• _EXERCISE DIRECTIONS_
Copy every record that appears below, exactly as it stands.

• _RECORDED DATA_

import { CALIBRATION_STATUS_LABELS, type CalibrationStatus } from "@/lib/instruments/status";

// A word and a mark, never colour alone.
const STYLES: Record<CalibrationStatus, { cls: string; mark: string }> = {
  "in-date": { cls: "bg-within-100 text-within-700", mark: "●" },
  "due-soon": { cls: "bg-edge-100 text-edge-700", mark: "◆" },
  overdue: { cls: "bg-outside-100 text-outside-700", mark: "▲" },
  retired: { cls: "bg-ink-100 text-ink-600", mark: "–" },
  "no-due-date": { cls: "bg-ink-100 text-ink-900 ring-1 ring-ink-600", mark: "?" },
};

export function CalibrationTag({ status }: { status: CalibrationStatus }) {
  const s = STYLES[status];
  return (
    <span className={`inline-flex items-center gap-1 rounded px-2 py-0.5 text-xs font-semibold ${s.cls}`}>
      <span aria-hidden>{s.mark}</span>
      {CALIBRATION_STATUS_LABELS[status]}
    </span>
  );
}
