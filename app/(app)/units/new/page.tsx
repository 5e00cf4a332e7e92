import { PageHeader } from "@/components/shell/page-header";
import { getUploadFormOptions } from "@/lib/dal/upload-form";
import { NewUnitForm } from "./new-unit-form";

export const metadata = { title: "New unit" };

export default async function NewUnitPage() {
  const options = await getUploadFormOptions();
  return (
    <>
      <PageHeader title="Register a unit" lead="A unit is one serial of a rating; its captures are judged against that rating's tolerance profile and test plan." />
      <NewUnitForm ratings={options.ratings} />
    </>
  );
}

• _SOLUTION FOR THIS EXERCISE_
import { CALIBRATION_STATUS_LABELS, type CalibrationStatus } from "@/lib/instruments/status";

// A word and a mark, never colour alone.
const STYLES: Record<CalibrationStatus, { cls: string; mark: string }> = {
  "in-date": { cls: "bg-within-100 text-within-700", mark: "●" },
  "due-soon": { cls: "bg-edge-100 text-edge-700", mark: "◆" },
  overdue: { cls: "bg-outside-100 text-outside-700", mark: "▲" },
  retired: { cls: "bg-ink-100 text-ink-600", mark: "–" },
  "no-due-date": { cls: "bg-ink-100 text-ink-900 ring-1 ring-ink-600", mark: "?" },
};

export function CalibrationTag({ status }: { status: CalibrationStatus }) {
  const s = STYLES[status];
  return (
    <span className={`inline-flex items-center gap-1 rounded px-2 py-0.5 text-xs font-semibold ${s.cls}`}>
      <span aria-hidden>{s.mark}</span>
      {CALIBRATION_STATUS_LABELS[status]}
    </span>
  );
}
filename app/(app)/units/new/page.tsx
repository 5e00cf4a332e7e92
import { PageHeader } from "@/components/shell/page-header";
import { getUploadFormOptions } from "@/lib/dal/upload-form";
import { NewUnitForm } from "./new-unit-form";

export const metadata = { title: "New unit" };

export default async function NewUnitPage() {
  const options = await getUploadFormOptions();
  return (
    <>
      <PageHeader title="Register a unit" lead="A unit is one serial of a rating; its captures are judged against that rating's tolerance profile and test plan." />
      <NewUnitForm ratings={options.ratings} />
    </>
  );
}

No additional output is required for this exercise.